- _Task prompt_
Only the lines containing the string "axialLengthMm" are needed; copy all of them from the listing.

- _Entries provided_

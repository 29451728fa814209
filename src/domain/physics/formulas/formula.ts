import { defaults } from '../../anatomy/globe.ts';
import { type Gas, gases, gasFacts, type LensState } from '../gas.ts';

export interface NumberInput {
  name: string;
  unit: string;
  min: number;
  max: number;
  /** Taken when it is not given; without one the input is needed. */
  usual?: number;
}

export interface ChoiceInput {
  name: string;
  choices: readonly string[];
  usual?: string;
}

export type Answered = { value: number | string } | { low: number; high: number };

export type Given = Readonly<Record<string, number | string>>;

export interface Formula {
  title: string;
  formula: string;
  unit: string;
  source: string;
  inputs: readonly (NumberInput | ChoiceInput)[];
  compute: (given: { n: (name: string) => number; s: (name: string) => string }) => Answered | undefined;
}

export const mm = (name: string, max = 60, usual?: number): NumberInput => ({
  name,
  unit: 'mm',
  min: 0,
  max,
  ...(usual === undefined ? {} : { usual }),
});
export const number = (
  name: string,
  unit: string,
  min: number,
  max: number,
  usual?: number,
): NumberInput => ({
  name,
  unit,
  min,
  max,
  ...(usual === undefined ? {} : { usual }),
});
export const choice = (name: string, choices: readonly string[], usual?: string): ChoiceInput => ({
  name,
  choices,
  ...(usual === undefined ? {} : { usual }),
});

export const axial = number('axialLengthMm', 'mm', 14, 40, defaults.axialLengthMm);
export const clock = (name: string, usual?: number) => number(name, 'o’clock', 1, 12.999, usual);
export const eye = choice('eye', ['right', 'left'], 'right');
export const gas = choice('gas', gases);
export const lens = choice('lens', ['phakic', 'aphakic'], 'phakic');
export const percent = number('percent', '%', 0, 100);
export const usualPercent = (of: Gas) => gasFacts[of].isoexpansile.usual;

export const TILLAUX = 'Spiral of Tillaux, IOVS 2022;63:1877 (read)';
export const SPHERE = 'Sphere (computed)';
export const CAP = 'Cap of a sphere (computed)';
export const THOMPSON = 'Thompson, Arch Ophthalmol 1989;107:687 and 1992;110:1594 (read)';
export const ALERT = 'Royal College of Ophthalmologists safety alert, 18 December 2018 (read)';

export const asGas = (name: string): Gas => gases.find((one) => one === name) ?? 'air';
export const asLens = (name: string): LensState => (name === 'aphakic' ? 'aphakic' : 'phakic');
export const asEye = (name: string) => (name === 'left' ? 'left' : 'right');
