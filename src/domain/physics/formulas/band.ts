import { globeOf } from '../../anatomy/globe.ts';
import { insertionMm } from '../../anatomy/insertions.ts';
import { curveLengthMm, heightFromShortening, overlapMm, shorteningForHeight } from '../band.ts';
import { opticsDefaults, shiftFromLengthening } from '../refraction.ts';
import { strengthLeft } from '../sutures.ts';
import { asEye, axial, choice, eye, type Formula, mm, number, SPHERE, TILLAUX } from './formula.ts';

/** Formulas of bands, sutures and refraction. */
export const bandFormulas: Readonly<Record<string, Formula>> = {
  'shortening-height': {
    title: 'Height of a shortened band, at most',
    formula: 'h = ΔL/2π',
    unit: 'mm',
    source: 'IOVS abstract 2357577 (read)',
    inputs: [mm('shorteningMm', 80)],
    compute: ({ n }) => ({ value: heightFromShortening(n('shorteningMm')) }),
  },
  'height-shortening': {
    title: 'Shortening that a height needs at least',
    formula: 'ΔL = 2πh',
    unit: 'mm',
    source: 'IOVS abstract 2357577 (read)',
    inputs: [mm('heightMm', 10)],
    compute: ({ n }) => ({ value: shorteningForHeight(n('heightMm')) }),
  },
  'band-length': {
    title: 'Length round the globe at a place behind the insertions',
    formula: '∮ √((R dθ)² + (R·sin θ dφ)²)',
    unit: 'mm',
    source: `${TILLAUX}; ${SPHERE}`,
    inputs: [mm('frontEdgeMm', 20), mm('widthMm', 15, 0), axial, eye],
    compute: ({ n, s }) => ({
      value: curveLengthMm(
        globeOf(n('axialLengthMm')),
        (at) => insertionMm(at, asEye(s('eye'))) + n('frontEdgeMm') + n('widthMm') / 2,
        { from: 6, to: 6 },
      ),
    }),
  },
  'band-overlap': {
    title: 'Overlap of the ends of a band',
    formula: 'length − (length round the globe − shortening)',
    unit: 'mm',
    source: 'Computed',
    inputs: [mm('lengthMm', 200), mm('roundMm', 200), mm('shorteningMm', 80, 0)],
    compute: ({ n }) => ({ value: overlapMm(n('lengthMm'), n('roundMm'), n('shorteningMm')) }),
  },
  'suture-strength': {
    title: 'Strength left in a suture',
    formula: 'Published curve',
    unit: '%',
    source: 'Polyglactin 910 25% at 4 weeks, none by week 5; polydioxanone 50% at 4 weeks, 25% at 6 (read)',
    inputs: [
      choice('material', ['polyglactin-910', 'polydioxanone', 'nylon', 'polyester', 'polypropylene']),
      number('day', 'days', 0, 2000),
    ],
    compute: ({ n, s }) => {
      const left = strengthLeft(s('material'), n('day'));
      if (left === undefined) return undefined;
      return left.low === left.high
        ? { value: left.low * 100 }
        : { low: left.low * 100, high: left.high * 100 };
    },
  },
  'axial-shift': {
    title: 'Change of refraction when the eye lengthens',
    formula: 'Thin lens, vergence, emmetropic pseudophake',
    unit: 'D',
    source: 'Computed',
    inputs: [
      number('lengtheningMm', 'mm', -3, 5),
      axial,
      number('keratometryDioptres', 'D', 30, 60, opticsDefaults.keratometryDioptres),
      mm('vertexMm', 20, opticsDefaults.vertexMm),
    ],
    compute: ({ n }) => ({
      value: shiftFromLengthening(n('lengtheningMm'), {
        ...opticsDefaults,
        axialLengthMm: n('axialLengthMm'),
        keratometryDioptres: n('keratometryDioptres'),
        vertexMm: n('vertexMm'),
      }),
    }),
  },
};
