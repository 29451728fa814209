import { defineRule } from '../../define-rule.ts';

export const rule = defineRule({
  id: 'no-drops-after-vitrectomy',
  family: 'medicines',
  level: 'caution',
  title: 'No drops at all after an operation inside the eye',
  why: 'Most eyes have an antibiotic and a steroid; leaving them out is possible and unusual.',
  source: { text: 'Trade practice', certainty: 'P' },
  answerable: true,
  check: (record) =>
    record.aftercare?.drops === 'none' && record.vitreous?.vitrectomy === true
      ? [{ fields: ['aftercare.drops'], message: 'A vitrectomy is recorded, and drops afterwards as none.' }]
      : [],
  examples: {
    fires: [
      {
        name: 'none',
        fields: 'aftercare.drops',
        record: { vitreous: { vitrectomy: true }, aftercare: { drops: 'none' } },
      },
    ],
    silent: [
      {
        name: 'drops',
        record: { vitreous: { vitrectomy: true }, aftercare: { drops: [{ drug: 'Dexamethasone' }] } },
      },
    ],
    unknown: [{ name: 'not recorded', record: { vitreous: { vitrectomy: true } } }],
  },
});
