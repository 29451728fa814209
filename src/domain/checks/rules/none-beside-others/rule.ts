import { defineRule } from '../../define-rule.ts';
import { breaksOf, capital, labelOf, listWords } from '../../facts.ts';

export const rule = defineRule({
  id: 'none-beside-others',
  family: 'standards',
  level: 'contradiction',
  title: 'None, and something else in the same field',
  why: 'The letters and the codes read the field, and it says two things.',
  source: { text: 'The record itself', certainty: 'P' },
  answerable: false,
  check: (record) => {
    const fields = [
      { field: 'vitreous.membranesPeeled', values: record.vitreous?.membranesPeeled },
      { field: 'endOfCase.tissue', values: record.endOfCase?.tissue },
      ...breaksOf(record).map(({ treatedBy }, index) => ({
        field: `breaks.found.${index}.treatedBy`,
        values: treatedBy,
      })),
    ];
    return fields.flatMap(({ field, values }) => {
      const words: readonly string[] = values ?? [];
      if (!words.includes('none') || words.length < 2) return [];
      const others = listWords(words.filter((one) => one !== 'none').map((one) => labelOf(field, one)));
      return [
        {
          fields: [field],
          message: `${capital(labelOf(field, 'none'))} is recorded together with ${others}.`,
        },
      ];
    });
  },
  examples: {
    fires: [
      {
        name: 'peeled and none',
        fields: 'vitreous.membranesPeeled',
        record: { vitreous: { membranesPeeled: ['none', 'ilm'] } },
      },
    ],
    silent: [
      { name: 'none', record: { vitreous: { membranesPeeled: ['none'] } } },
      { name: 'two membranes', record: { vitreous: { membranesPeeled: ['epiretinal', 'ilm'] } } },
    ],
    unknown: [{ name: 'not recorded', record: { vitreous: { vitrectomy: true } } }],
  },
});
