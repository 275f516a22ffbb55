import { notFound } from "next/navigation";
import { orNotFound } from "@/lib/http/page-context";
import type { PersonCtx } from "@/lib/services/context";
import { getRunPlanView } from "@/lib/services/run-plans/get-run-plan";
import { id } from "@/schemas/api/common";
import type { RunPlanView } from "@/schemas/api/run-plans";

export interface PlanParams {
  params: Promise<{ lot: string; plan: string }>;
}

/** The plan that an address names; the not-found page where there is none, or not in that lot. */
export async function loadPlan(ctx: PersonCtx, params: PlanParams["params"]): Promise<RunPlanView> {
  const { lot, plan } = await params;
  if (!id.safeParse(plan).success) notFound();
  const view = await orNotFound(getRunPlanView(ctx, plan));
  if (view.lot !== decodeURIComponent(lot).toUpperCase()) notFound();
  return view;
}
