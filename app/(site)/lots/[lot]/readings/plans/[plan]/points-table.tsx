import { ScrollRegion } from "@/app/_components/scroll-region";
import { formatFigure } from "@/lib/domain/format/figure";
import type { PlannedPoint } from "@/lib/domain/run-plan/run-plan";

const HEADINGS = ["Point", "Set point, °C", "Soak, min", "Loads, kg", "Dwell, s", "Repeats"];

/** A figure with the decimals it has. */
export const plainFigure = (value: number) =>
  formatFigure(value, { digits: Math.min(6, String(value).split(".")[1]?.length ?? 0) });

/** A plan's temperatures in working order. */
export function PointsTable({ points }: { points: readonly PlannedPoint[] }) {
  return (
    <ScrollRegion label="Temperatures and loads" className="overflow-x-auto print:overflow-visible">
      <table className="w-full min-w-[520px] max-w-[760px]">
        <thead>
          <tr>
            {HEADINGS.map((name) => (
              <th
                key={name}
                scope="col"
                className="border-b border-rule px-3 py-1.5 text-right text-xs font-semibold text-ink-soft"
              >
                {name}
              </th>
            ))}
          </tr>
        </thead>
        <tbody className="font-mono text-sm">
          {points.map((one) => (
            <tr key={one.point} className="border-b border-rule/55 last:border-0">
              <td className="px-3 py-1 text-right">{plainFigure(one.point)}</td>
              <td className="px-3 py-1 text-right">{plainFigure(one.setC)}</td>
              <td className="px-3 py-1 text-right">{plainFigure(one.soakMin)}</td>
              <td className="px-3 py-1 text-right">{["0", ...one.loadsKg.map(plainFigure)].join("  ")}</td>
              <td className="px-3 py-1 text-right">{one.loadsKg.length > 0 ? plainFigure(one.dwellS) : "—"}</td>
              <td className="px-3 py-1 text-right">{plainFigure(one.repeats)}</td>
            </tr>
          ))}
        </tbody>
      </table>
    </ScrollRegion>
  );
}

- _Response to the exercise_
export const axial = number('axialLengthMm', 'mm', 14, 40, defaults.axialLengthMm);
        globeOf(n('axialLengthMm')),
        axialLengthMm: n('axialLengthMm'),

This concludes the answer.